Making the most out of big data: computer mediated methods

Patrick Readshaw is a Media and Cultural Studies Doctoral Candidate at Canterbury Christ Church University. Patrick is interested in social media as an alternative and empowering source of information on current events, free from the constraints of other agenda-setting media forms. You can contact Patrick by email on  

When I was asked to write a blog for NSMNSS, I was certainly excited and being my first post of this kind I was suitably anxious about the prospect. However, my ongoing thesis has never ceased to provide interesting discussions with individuals in linked or parallel fields relating to social media. The main caveat in these discussions is that I often have to try not to over complicate things. With that in mind and my ham-fisted introduction out of the way I want to take some time to break down the value of so called “new media systems” like Twitter and the how I personally go about dealing with the data I collect. 

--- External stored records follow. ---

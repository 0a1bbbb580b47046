//! The benefit ledger end to end on a real SQLite file: approval freezes the baseline, the
//! database refuses changes to booked rows, reversals net to zero, CSV imports are all or
//! nothing, concurrent writers each book exactly once, and realized returns match references.

use crate::helpers::{TestApp, test_app, token_in};
use axum::body::Body;
use axum::http::{Request, StatusCode, header};
use pilot_ledger::auth::Role;
use rust_decimal::Decimal;
use serde_json::{Value, json};
use std::str::FromStr;

/// A zone whose approved baseline starts 2025-01 (36 months): one-off "Sensors", recurring
/// "Software", and an "Energy" driver at 0.20 EUR/kWh.
pub struct Zone {
    pub id: i64,
    pub case: i64,
    pub energy: i64,
    pub sensors: i64,
    pub software: i64,
}

pub async fn zone_with_baseline(t: &TestApp, code: &str) -> Zone {
    let z = t.post_json("/api/v1/zones", &json!({"code": code, "name": "Ledger test zone"}).to_string()).await;
    let id = z.json()["zone"]["id"].as_i64().unwrap();
    let case = json!({
        "label": "Base", "horizon_months": 36, "start_month": "2025-01", "go_live_offset": 1, "ramp_up_months": 0,
        "success_probability": "0.8",
        "costs": [
            {"label": "Sensors", "category": "hardware", "kind": "one_off", "amount": "30000", "month_offset": 0, "capex": true},
            {"label": "Software", "category": "software", "kind": "recurring", "amount": "9600", "month_offset": 2}
        ],
        "drivers": [{"label": "Energy", "kind": "energy", "qty_low": "150000", "qty_likely": "200000", "qty_high": "250000", "unit_value": "0.20"}]
    });
    let c = t.post_json(&format!("/api/v1/zones/{id}/cases"), &case.to_string()).await.json();
    let case_id = c["case"]["id"].as_i64().unwrap();
    assert_eq!(t.post_form(&format!("/cases/{case_id}/submit"), "").await.status, StatusCode::SEE_OTHER);
    // Four eyes: a second person (the admin may edit cases) approves.
    let approver = t.as_role(Some(Role::Admin));
    assert_eq!(approver.post_form(&format!("/cases/{case_id}/approve"), "").await.status, StatusCode::SEE_OTHER);
    let costs = c["case"]["costs"].as_array().unwrap();
    Zone {
        id,
        case: case_id,
        energy: c["case"]["drivers"][0]["id"].as_i64().unwrap(),
        sensors: costs[0]["id"].as_i64().unwrap(),
        software: costs[1]["id"].as_i64().unwrap(),
    }
}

Since Social Media sites such as “Facebook” burst onto the scene 10 years ago, researchers and market analysts have been looking for a way to tap into the content on these sites. In recent years, there have been several attempts to do this with some being more successful than others (Lewis, Zamith & Hermida, 2013), particularly with regards to the scale of the medium in question. For those uninitiated (apologies to those that are) the term “Big Data” is the catch-all for the enormous trails of information generated by consumers going about their day in an increasingly digitized world (Manyika et al., 2011). It is this sheer volume of information that poses the first hurdle to be overcome when conducting research online. For example, earlier this year I was collecting data on the European Parliamentary Election and generated over 16,000 tweets in about three weeks. Bearing in mind that on average a tweet contains approximately 12 words in 1.5 sentences (Twitter, 2013), for those three weeks I had 196,500 words or 24,500 sentences to come to terms with. That is a lot of data for one person to deal with alone, especially if only applying manual techniques such as content analysis. 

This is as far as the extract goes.